Podcast Summary: “Christmastime for the Jews” (Identity/Crisis – Re-Release)
Podcast: Identity/Crisis
Host: Shalom Hartman Institute (Yehuda Kurtzer)
Guest: Rob Kapilow (conductor, composer, music commentator)
Date: December 16, 2025 (recorded: December 17, 2024)
Award: Bronze Signal Award for Best Podcast in Religion & Spirituality
Main Theme and Purpose
This episode explores the deep, sometimes ironic, and often formative relationship between Jewish identity and Christmas music in America. Host Yehuda Kurtzer and guest Rob Kapilow discuss how Jewish composers significantly shaped the American Christmas canon, how these songs reflect broader questions of assimilation, nostalgia, and American identity, and how Hanukkah finds its own, sometimes tongue-in-cheek, space within the holiday pop (and commercial) landscape. Through analysis, musical dissection, and historical context, the episode unpacks Jewish complicity in—and transformation of—the Christmas soundtrack.
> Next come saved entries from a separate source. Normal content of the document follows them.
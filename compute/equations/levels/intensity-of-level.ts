import { anyLevel } from "../common-ranges.ts";
import { equation } from "../equation.ts";

export const intensityOfLevel = equation({
  id: "intensity-of-level",
  title: "sound intensity of a level",
  version: 1,
  tex: String.raw`I = 10^{-12} \cdot 10^{0.1 L_I}`,
  value: { symbol: "I", unit: "W/m²" },
  inputs: { levelDb: { kind: "one", symbol: "L_I", ...anyLevel } },
  source: { document: "ISO/TR 25417", edition: "2007", clause: "sound intensity level", checked: "read-secondary" },
  work: ({ levelDb }) => 1e-12 * 10 ** (0.1 * levelDb),
});
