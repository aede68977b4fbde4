import { anyLevel } from "../common-ranges.ts";
import { equation } from "../equation.ts";

export const facadeLevel = equation({
  id: "facade-level",
  title: "level in front of a reflecting facade",
  version: 1,
  tex: String.raw`L_{\text{facade}} = L + \Delta L`,
  value: { symbol: String.raw`L_{\text{facade}}`, unit: "dB" },
  inputs: {
    levelDb: { kind: "one", symbol: "L", ...anyLevel },
    facadeDb: { kind: "one", symbol: String.raw`\Delta L`, unit: "dB", min: 0, max: 6 },
  },
  source: { document: "BS 5228-1", edition: "2009+A1:2014", clause: "Annex F, facade correction", checked: "memory" },
  work: ({ levelDb, facadeDb }) => levelDb + facadeDb,
});
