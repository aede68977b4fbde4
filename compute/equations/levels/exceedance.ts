import { anyLevel } from "../common-ranges.ts";
import { equation } from "../equation.ts";

/** Positive over the limit, negative below it. */
export const exceedance = equation({
  id: "exceedance",
  title: "level less the limit",
  version: 1,
  tex: String.raw`\Delta L = L - L_{\text{lim}}`,
  value: { symbol: String.raw`\Delta L`, unit: "dB" },
  inputs: {
    levelDb: { kind: "one", symbol: "L", ...anyLevel },
    limitDb: { kind: "one", symbol: String.raw`L_{\text{lim}}`, unit: "dB", min: 0, max: 200 },
  },
  source: { document: "Stillboard", edition: "own rule", clause: "exceedance", checked: "derived" },
  work: ({ levelDb, limitDb }) => levelDb - limitDb,
});
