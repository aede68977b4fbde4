import { equation } from "../equation.ts";

export const levelOfPressure = equation({
  id: "level-of-pressure",
  title: "level of a sound pressure, re 20 µPa",
  version: 1,
  tex: String.raw`L_p = 20 \lg \frac{p}{2 \cdot 10^{-5}}`,
  value: { symbol: "L_p", unit: "dB" },
  inputs: { pressurePa: { kind: "one", symbol: "p", unit: "Pa", min: 0, aboveMin: true, max: 1e5 } },
  source: { document: "ISO/TR 25417", edition: "2007", clause: "sound pressure level", checked: "read-secondary" },
  work: ({ pressurePa }) => 20 * Math.log10(pressurePa / 2e-5),
});
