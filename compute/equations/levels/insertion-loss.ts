import { anyLevel } from "../common-ranges.ts";
import { equation } from "../equation.ts";

/** Negative when the control makes it louder. */
export const insertionLoss = equation({
  id: "insertion-loss",
  title: "insertion loss of a control",
  version: 1,
  tex: String.raw`D = L_{\text{without}} - L_{\text{with}}`,
  value: { symbol: "D", unit: "dB" },
  inputs: {
    withoutDb: { kind: "one", symbol: String.raw`L_{\text{without}}`, ...anyLevel },
    withDb: { kind: "one", symbol: String.raw`L_{\text{with}}`, ...anyLevel },
  },
  source: { document: "Stillboard", edition: "own rule", clause: "insertion loss", checked: "derived" },
  work: ({ withoutDb, withDb }) => withoutDb - withDb,
});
Key Discussion Points & Insights
1. Origins and Irony in Jewish Holiday Music
- Kurtzer opens by reflecting on Jewish music for Hanukkah, specifically Maoz Tzur (“Rock of Ages”):
- The song, rooted in medieval anti-Christian polemic, is sung to a melody that “appears to be a piece originally of German folk music that was quickly adapted for Protestant use,” highlighting the irony of cultural intermingling ([03:45]).
- “A Jewish anti-Christian polemic emerges in musical conversation with the Christians of the time.” – Yehuda Kurtzer ([05:31])
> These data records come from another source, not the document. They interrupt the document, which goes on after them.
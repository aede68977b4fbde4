import { anyLevel, pathLength } from "../common-ranges.ts";
import { equation } from "../equation.ts";

export const powerOfPressure = equation({
  id: "power-of-pressure",
  title: "sound power level from a level at a distance",
  version: 1,
  tex: String.raw`L_W = L_p - 10 \lg \frac{Q}{4 \pi r^2}`,
  value: { symbol: "L_W", unit: "dB" },
  inputs: {
    levelDb: { kind: "one", symbol: "L_p", ...anyLevel },
    distanceM: { kind: "one", symbol: "r", ...pathLength },
    directivityFactor: { kind: "one", symbol: "Q", unit: "1", min: 1, max: 8, oneOf: [1, 2, 4, 8], decimals: 0 },
  },
  source: {
    document: "ISO/TR 25417",
    edition: "2007",
    clause: "definition of the levels; power spread over the sphere",
    checked: "derived",
  },
  work: ({ levelDb, distanceM, directivityFactor }) =>
    levelDb - 10 * Math.log10(directivityFactor / (4 * Math.PI * distanceM ** 2)),
});
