import { anyLevel, pathLength } from "../common-ranges.ts";
import { equation } from "../equation.ts";

export const pointSourceLevel = equation({
  id: "point-source-level",
  title: "level of a point source at a distance",
  version: 1,
  tex: String.raw`L_p = L_W + 10 \lg \frac{Q}{4 \pi r^2}`,
  value: { symbol: "L_p", unit: "dB" },
  inputs: {
    powerDb: { kind: "one", symbol: "L_W", ...anyLevel },
    distanceM: { kind: "one", symbol: "r", ...pathLength },
    directivityFactor: { kind: "one", symbol: "Q", unit: "1", min: 1, max: 8, oneOf: [1, 2, 4, 8], decimals: 0 },
  },
  source: {
    document: "ISO/TR 25417",
    edition: "2007",
    clause: "definition of the levels; power spread over the sphere",
    checked: "derived",
  },
  work: ({ powerDb, distanceM, directivityFactor }) =>
    powerDb + 10 * Math.log10(directivityFactor / (4 * Math.PI * distanceM ** 2)),
});
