import { anyLevel } from "../common-ranges.ts";
import { equation } from "../equation.ts";
import { InputError } from "../input-error.ts";

export const periodLevel = equation({
  id: "period-level",
  title: "level over the period of a limit",
  version: 1,
  tex: String.raw`L_{\text{period}} = L + 10 \lg\left( \frac{t}{100} \cdot \frac{h}{H} \right)`,
  value: { symbol: String.raw`L_{\text{period}}`, unit: "dB" },
  inputs: {
    levelDb: { kind: "one", symbol: "L", ...anyLevel },
    onTimePct: { kind: "one", symbol: "t", unit: "%", min: 0, aboveMin: true, max: 100 },
    windowH: { kind: "one", symbol: "h", unit: "h", min: 0, aboveMin: true, max: 168 },
    periodH: { kind: "one", symbol: "H", unit: "h", min: 0, aboveMin: true, max: 168 },
  },
  source: { document: "Stillboard", edition: "own rule", clause: "on-time and averaging", checked: "derived" },
  refuse: ({ windowH, periodH }) =>
    windowH <= periodH
      ? undefined
      : new InputError(
          "windowH",
          windowH,
          `no more hours than periodH has (${periodH} h)`,
          "Count only the hours inside the period",
        ),
  work: ({ levelDb, onTimePct, windowH, periodH }) =>
    levelDb + 10 * Math.log10((onTimePct / 100) * (windowH / periodH)),
});
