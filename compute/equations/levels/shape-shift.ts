import { anyLevel } from "../common-ranges.ts";
import { equation } from "../equation.ts";

/** Borrows the octave shape of a like item for a level known only as an A-weighted total. */
export const shapeShift = equation({
  id: "shape-shift",
  title: "band level from a borrowed octave shape",
  version: 1,
  tex: String.raw`L_i = S_i + \left(L_{\text{A}} - L_{\text{A},S}\right)`,
  value: { symbol: "L_i", unit: "dB" },
  inputs: {
    shapeDb: { kind: "one", symbol: "S_i", ...anyLevel },
    shapeTotalDba: { kind: "one", symbol: String.raw`L_{\text{A},S}`, ...anyLevel },
    levelDba: { kind: "one", symbol: String.raw`L_{\text{A}}`, ...anyLevel },
  },
  source: { document: "Stillboard", edition: "own rule", clause: "octave shape rule", checked: "derived" },
  work: ({ shapeDb, shapeTotalDba, levelDba }) => shapeDb + (levelDba - shapeTotalDba),
});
- Music’s broader theme of being more than meets the eye—contradictory emotions, history, and adopted melodies.
2. Jewish Composers & The Invention of Secular Christmas Music
- Kapilow and Kurtzer discuss the outsized role of Jewish immigrants in creating “secular” Christmas music:
- “The most famous pieces…are written by Jews.” – Kapilow ([13:22])
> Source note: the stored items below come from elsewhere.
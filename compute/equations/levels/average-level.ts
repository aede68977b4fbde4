import { anyLevel } from "../common-ranges.ts";
import { equation } from "../equation.ts";
import { InputError } from "../input-error.ts";

/** Spans may overlap, so that machines running at the same time add up; none may be longer than the period. */
export const averageLevel = equation({
  id: "average-level",
  title: "equivalent level over a period",
  version: 1,
  tex: String.raw`L_{\text{eq}} = 10 \lg\left( \frac{1}{T} \sum_{i=1}^{n} t_i 10^{0.1 L_i} \right)`,
  value: { symbol: String.raw`L_{\text{eq}}`, unit: "dB" },
  inputs: {
    levelsDb: { kind: "many", symbol: "L_i", ...anyLevel },
    durationsH: { kind: "many", symbol: "t_i", unit: "h", min: 0, aboveMin: true, max: 8784, sameLengthAs: "levelsDb" },
    periodH: { kind: "one", symbol: "T", unit: "h", min: 0, aboveMin: true, max: 8784 },
  },
  source: {
    document: "ISO 1996-1",
    edition: "2016",
    clause: "equivalent continuous sound pressure level",
    checked: "derived",
  },
  refuse: ({ durationsH, periodH }) => {
    const index = durationsH.findIndex((duration) => duration > periodH);
    return index < 0
      ? undefined
      : new InputError(`durationsH[${index}]`, durationsH[index], `a span no longer than periodH (${periodH} h)`);
  },
  work: ({ levelsDb, durationsH, periodH }) =>
    10 * Math.log10(levelsDb.reduce((sum, level, i) => sum + (durationsH[i] ?? 0) * 10 ** (0.1 * level), 0) / periodH),
});
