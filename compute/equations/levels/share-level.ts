import { anyLevel } from "../common-ranges.ts";
import { equation } from "../equation.ts";

export const shareLevel = equation({
  id: "share-level",
  title: "level of something that runs a share of the time",
  version: 1,
  tex: String.raw`L_s = L + 10 \lg s`,
  value: { symbol: "L_s", unit: "dB" },
  inputs: {
    levelDb: { kind: "one", symbol: "L", ...anyLevel },
    share: { kind: "one", symbol: "s", unit: "1", min: 0, aboveMin: true, max: 1, decimals: 3 },
  },
  source: { document: "Stillboard", edition: "own rule", clause: "on-time and averaging", checked: "derived" },
  work: ({ levelDb, share }) => levelDb + 10 * Math.log10(share),
});
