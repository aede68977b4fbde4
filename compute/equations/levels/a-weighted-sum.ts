import { anyLevel } from "../common-ranges.ts";
import { equation } from "../equation.ts";

export const aWeightedSum = equation({
  id: "a-weighted-sum",
  title: "A-weighted sum of octave band levels",
  version: 1,
  tex: String.raw`L_{\text{A}} = 10 \lg \sum_{j=1}^{n} 10^{0.1 \left(L_j + A_j\right)}`,
  value: { symbol: String.raw`L_{\text{A}}`, unit: "dB" },
  inputs: {
    levelsDb: { kind: "many", symbol: "L_j", ...anyLevel },
    weightsDb: { kind: "many", symbol: "A_j", unit: "dB", min: -80, max: 5, sameLengthAs: "levelsDb" },
  },
  source: { document: "ISO 9613-2", edition: "1996", clause: "6, eq. (5), one source and path", checked: "memory" },
  work: ({ levelsDb, weightsDb }) =>
    10 * Math.log10(levelsDb.reduce((sum, level, j) => sum + 10 ** (0.1 * (level + (weightsDb[j] ?? 0))), 0)),
});
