import { equation } from "../equation.ts";

export const levelOfIntensity = equation({
  id: "level-of-intensity",
  title: "level of a sound intensity, re 1 pW/m²",
  version: 1,
  tex: String.raw`L_I = 10 \lg \frac{I}{10^{-12}}`,
  value: { symbol: "L_I", unit: "dB" },
  inputs: { intensityWm2: { kind: "one", symbol: "I", unit: "W/m²", min: 0, aboveMin: true, max: 1e8 } },
  source: { document: "ISO/TR 25417", edition: "2007", clause: "sound intensity level", checked: "read-secondary" },
  work: ({ intensityWm2 }) => 10 * Math.log10(intensityWm2 / 1e-12),
});
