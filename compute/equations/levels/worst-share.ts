import { equation } from "../equation.ts";

/** Share of the worst averaging time: as many longest runs as fit, with the shortest stops between them. */
export const worstShare = equation({
  id: "worst-share",
  title: "running share of the worst averaging time",
  version: 1,
  tex: String.raw`\begin{aligned}
s &= \max\left( \frac{t}{100}, \min\left( 1, \frac{n r + \min\left( r, T - n \left(r + p\right) \right)}{T} \right) \right) \\
n &= \left\lfloor \frac{T}{r + p} \right\rfloor
\end{aligned}`,
  value: { symbol: "s", unit: "1", decimals: 3 },
  inputs: {
    onTimePct: { kind: "one", symbol: "t", unit: "%", min: 0, aboveMin: true, max: 100 },
    longestRunMin: { kind: "one", symbol: "r", unit: "min", min: 0, aboveMin: true, max: 1440 },
    shortestStopMin: { kind: "one", symbol: "p", unit: "min", min: 0, max: 1440 },
    averagingMin: { kind: "one", symbol: "T", unit: "min", min: 0, aboveMin: true, max: 60 },
  },
  source: { document: "Stillboard", edition: "own rule", clause: "on-time and averaging", checked: "derived" },
  work: ({ onTimePct, longestRunMin: r, shortestStopMin: p, averagingMin: T }) => {
    const n = Math.floor(T / (r + p));
    return Math.max(onTimePct / 100, Math.min(1, (n * r + Math.min(r, T - n * (r + p))) / T));
  },
});
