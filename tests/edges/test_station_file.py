"""Station files: what they can say, and that everything that is wrong is told at once."""

from __future__ import annotations

from contextlib import suppress
from pathlib import Path

import pytest
from hypothesis import HealthCheck, given, settings
from hypothesis import strategies as st

from rxchain.chain.station import MOST_CHANNELS, load_station
from rxchain.errors import RequestError

CONFIGS = Path(__file__).parents[2] / "configs"
SOURCE = '[source]\npath = "x.cu8"\nrate = "2.4MHz"\ncentre = "119.5MHz"\n'


def station(tmp_path, text):
    path = tmp_path / "station.toml"
    path.write_text(text, encoding="utf-8")
    return load_station(path)


@pytest.mark.parametrize("path", sorted(CONFIGS.glob("*.toml")), ids=lambda path: path.name)
def test_shipped_stations_can_be_read(path):
    made = load_station(path)
    assert made.channels
    assert len({channel.name for channel in made.channels}) == len(made.channels)


def test_a_grid_is_a_channel_at_each_step(tmp_path):
    grid = '[[grid]]\nfrom = "119MHz"\nto = "119.1MHz"\nspacing = "8.33kHz"\nemission = "A3E"\naudio = "300-2700Hz"\n'
    made = station(tmp_path, SOURCE + grid)
    frequencies = [channel.frequency_hz for channel in made.channels]
    assert len(frequencies) == 13
    assert frequencies[0] == 119e6
    assert frequencies[-1] == pytest.approx(119.1e6, abs=1.0)
    assert {channel.audio_hz for channel in made.channels} == {(300.0, 2_700.0)}
    assert made.channels[3].name == "119.025MHz"
    assert {channel.spacing for channel in made.channels} == {"8.33kHz"}


def test_a_log_has_rules_and_logs_what_does_not_refuse(tmp_path):
    text = '[log]\nfolder = "log"\nbudget = "2GB"\nkeep_days = 30\n'
    channels = '[[channel]]\nfrequency = "119MHz"\nemission = "A3E"\n'
    channels += '[[channel]]\nfrequency = "119.1MHz"\nemission = "A3E"\nlog = "off"\n'
    made = station(tmp_path, SOURCE + text + channels)
    assert (made.log.folder, made.log.budget_bytes, made.log.keep_days) == (tmp_path / "log", 2_000_000_000, 30.0)
    assert [channel.log for channel in made.channels] == ["transmissions", "off"]


def test_all_faults_are_told_at_once(tmp_path):
    text = (
        '[source]\npath = "x"\nspeed = 3\n[log]\nfolder = "log"\nkeep_days = -1\n[colour]\nred = 1\n'
        '[[channel]]\nfrequency = "soon"\nemission = "A3E"\n[[channel]]\nfrequency = "1MHz"\nemission = "A4E"\n'
        '[[grid]]\nfrom = "1MHz"\nto = "2MHz"\nspacing = "1Hz"\nemission = "A3E"\n'
    )
    with pytest.raises(RequestError) as caught:
        station(tmp_path, text)
    said = str(caught.value)
    for part in (
        "colour: not a table",
        "source.speed=3",
        "log.keep_days=-1",
        "channel 1: frequency=soon",
        "channel 2: emission=A4E",
        f"at most {MOST_CHANNELS}",
    ):
        assert part in said
    assert said.startswith(str(tmp_path / "station.toml"))
    assert "\n" not in said


@pytest.mark.parametrize(
    ("text", "says"),
    [
        ("", "one [source] table"),
        (SOURCE, "at least one [[channel]] or [[grid]]"),
        (SOURCE + "channel = 3\n", "source.channel"),
        ("channel = 3\n" + SOURCE, "must be tables, written [[channel]]"),
        (SOURCE + '[[grid]]\nfrom = "1MHz"\nemission = "A3E"\n', "to is missing"),
        (SOURCE + '[[grid]]\nfrom = "2MHz"\nto = "1MHz"\nspacing = "1kHz"\nemission = "A3E"\n', "from at most to"),
        (
            SOURCE + '[[grid]]\nfrom = "1MHz"\nto = "1MHz"\nspacing = "1kHz"\nemission = "A3E"\nname = "x"\n',
            "follows from the grid",
        ),
        (SOURCE + '[log]\nbudget = "1GB"\n', "names a folder"),
        (SOURCE + '[log]\nfolder = "x"\nbudget = "lots"\n', "log.budget=lots"),
        (SOURCE + '[log]\nfolder = "x"\nsize = 3\n', "log.size=3"),
    ],
)
def test_each_fault_has_its_words(tmp_path, text, says):
    with pytest.raises(RequestError) as caught:
        station(tmp_path, text)
    assert says in str(caught.value)


words = st.text(st.characters(codec="utf-8", exclude_categories=("Cs", "Cc")), max_size=12)
values = st.one_of(words, st.integers(), st.floats(allow_nan=False), st.booleans(), st.lists(words, max_size=2))
KEYS = (
    "path", "receiver", "rate", "frequency", "emission", "name", "audio", "log", "folder", "budget", "from", "to", "spacing",
    "beat", "align", "squelch", "agc", "notch", "vestige", "transmit_response",
)  # fmt: skip
tables = st.dictionaries(st.one_of(st.sampled_from(KEYS), words.filter(bool)), values, max_size=6)


def written(value):
    match value:
        case bool():
            return str(value).lower()
        case str():
            return '"' + value.replace("\\", "\\\\").replace('"', '\\"') + '"'
        case list():
            return "[" + ", ".join(map(written, value)) + "]"
    return repr(value)


@given(source=tables, log=tables, channels=st.lists(tables, max_size=3), grids=st.lists(tables, max_size=2))
@settings(max_examples=80, deadline=None, suppress_health_check=[HealthCheck.function_scoped_fixture])
def test_any_file_is_a_station_or_is_refused(tmp_path, source, log, channels, grids):
    parts = [("[source]", source), ("[log]", log)]
    parts += [("[[channel]]", one) for one in channels] + [("[[grid]]", one) for one in grids]
    text = "\n".join(
        head + "\n" + "\n".join(f"{written(key)} = {written(value)}" for key, value in table.items())
        for head, table in parts
    )
    with suppress(RequestError):
        assert station(tmp_path, text).channels
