"""Sound in real time: a sound server of the tests' own whose sink is a pipe, stopped and started again."""

import ctypes.util
import os
import select
import shutil
import subprocess
import sys
import threading
import time

import numpy as np
import pytest

RATE_HZ = 48_000
DEADLINE_S = 20.0

pytestmark = pytest.mark.skipif(
    shutil.which("pulseaudio") is None or ctypes.util.find_library("portaudio") is None,
    reason="needs PulseAudio and PortAudio (apt install pulseaudio libasound2-plugins libportaudio2)",
)

# A channel with a tone, as a receiver would deliver it, by the wall clock; its status on a line of its own.
PROGRAM = """
import json, sys, time
import numpy as np
from rxchain.chain.channel_settings import channel_from_text
from rxchain.chain.receiver import ChannelAudio
from rxchain.sinks.hearing import Hearing
from rxchain.sinks.listening import Listening
from rxchain.sinks.sound_output import SoundOutput, find_output, look_again
class Receiver:
    channels, elapsed_s = (channel_from_text("1MHz A3E name=one"),), 0.0
    def audio_rate_hz(self, place):
        return 12_000.0
opened = []
def reopen():
    if opened:
        look_again()
    opened.append(SoundOutput(find_output("pulse")))
    return opened[-1]
receiver = Receiver()
listening = Listening(receiver, Hearing.solo(0), reopen, time.monotonic, 0.0)
started, sent = time.monotonic(), 0
while True:
    until = int((time.monotonic() - started) * 12_000)
    t = np.arange(sent, until) / 12_000.0
    listening.write(ChannelAudio(0, (0.3 * np.sin(2 * np.pi * 1000.0 * t))[None].astype(np.float32)))
    sent, receiver.elapsed_s = until, until / 12_000.0
    status = listening.status()
    print(json.dumps([status.losses, status.trouble, status.delay_s]), flush=True)
    time.sleep(0.02)
"""


class Server:
    """The sound server, and all that was played."""

    def __init__(self, folder):
        self.folder = folder
        (folder / "run").mkdir(mode=0o700)
        self.environment = os.environ | {
            "XDG_RUNTIME_DIR": str(folder / "run"),
            "HOME": str(folder),
            "PULSE_SERVER": f"unix:{folder}/run/native",
        }
        self.played = np.zeros(0)
        self.ended = threading.Event()

    def start(self):
        pipe = self.folder / "speaker"
        subprocess.run(
            [
                "pulseaudio", "-n", "--daemonize=yes", "--exit-idle-time=-1", "--use-pid-file=yes",
                f"--load=module-native-protocol-unix socket={self.folder}/run/native auth-anonymous=1",
                f"--load=module-pipe-sink sink_name=speaker file={pipe} format=s16le rate={RATE_HZ} channels=2 "
                "use_system_clock_for_timing=yes",
            ],
            env=self.environment, check=True, stderr=subprocess.DEVNULL,
        )  # fmt: skip
        self.ended = threading.Event()
        self.reader = threading.Thread(target=self.read, args=(pipe, self.ended))
        self.reader.start()

    def stop(self):
        self.ended.set()
        self.reader.join()
        pid = int((self.folder / "run" / "pulse" / "pid").read_text())
        os.kill(pid, 15)
        wait_for(lambda: not os.path.exists(f"/proc/{pid}/exe") or is_zombie(pid))

    def read(self, pipe, ended):
        descriptor = os.open(pipe, os.O_RDONLY | os.O_NONBLOCK)
        held = b""
        while not ended.is_set():
            if select.select([descriptor], [], [], 0.05)[0]:
                held += os.read(descriptor, 1 << 16)
                whole = len(held) // 4 * 4
                frames, held = np.frombuffer(held[:whole], "<i2"), held[whole:]
                self.played = np.concatenate([self.played, frames[::2] / 32_768.0])
        os.close(descriptor)


def is_zombie(pid):
    with open(f"/proc/{pid}/stat") as file:
        return file.read().rsplit(")", 1)[1].split()[0] == "Z"


def wait_for(condition):
    ends = time.monotonic() + DEADLINE_S
    while not condition():
        assert time.monotonic() < ends, "it did not come in time"
        threading.Event().wait(0.02)


def test_a_sound_server_that_dies_and_comes_back(tmp_path):
    server = Server(tmp_path)
    server.start()
    program = subprocess.Popen(
        [sys.executable, "-c", PROGRAM], env=server.environment, stdout=subprocess.PIPE, stderr=subprocess.DEVNULL
    )
    collected = []

    def collect():
        for line in program.stdout:
            collected.append(line)

    listener = threading.Thread(target=collect)
    listener.start()
    try:
        wait_for(lambda: np.abs(server.played[-4_800:]).max(initial=0.0) > 0.25)
        wait_for(lambda: len(server.played) > 2 * RATE_HZ)
        steady = server.played[-RATE_HZ // 4 :]
        spectrum = np.abs(np.fft.rfft(steady * np.hanning(len(steady))))
        assert np.argmax(spectrum) * RATE_HZ / len(steady) == pytest.approx(1000.0, abs=5.0)
        server.stop()
        wait_for(lambda: b"output=pulse" in collected[-1])  # said, and counted
        assert not collected[-1].startswith(b"[0,")
        server.played = np.zeros(0)
        server.start()
        wait_for(lambda: np.abs(server.played[-4_800:]).max(initial=0.0) > 0.25)  # heard again
        wait_for(lambda: b"null" in collected[-1])
    finally:
        program.kill()
        program.wait()
        listener.join()
        program.stdout.close()
        server.stop()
- Irving Berlin’s “White Christmas”:
- Origins as a song tied to American myth, not religious Christmas; written by Berlin, a Russian-Jewish immigrant, yearning for belonging ([13:51]–[15:25]).
- “It became the piece that was played the first winter that the GIs were away from home…a why-we-fight anthem.” – Kapilow ([17:16])
- The “wish to belong” is embedded in the harmony and musical choices Berlin makes.
- “Every extra note is what he’s trying to contribute to the American soundtrack.” – Kapilow ([19:08])
- Dual motivations: commercial ambition (“never underestimate for Irving Berlin the stake of money”) and genuine assimilation/participation in American life.
3. Assimilation, Nostalgia, and the “American Dream”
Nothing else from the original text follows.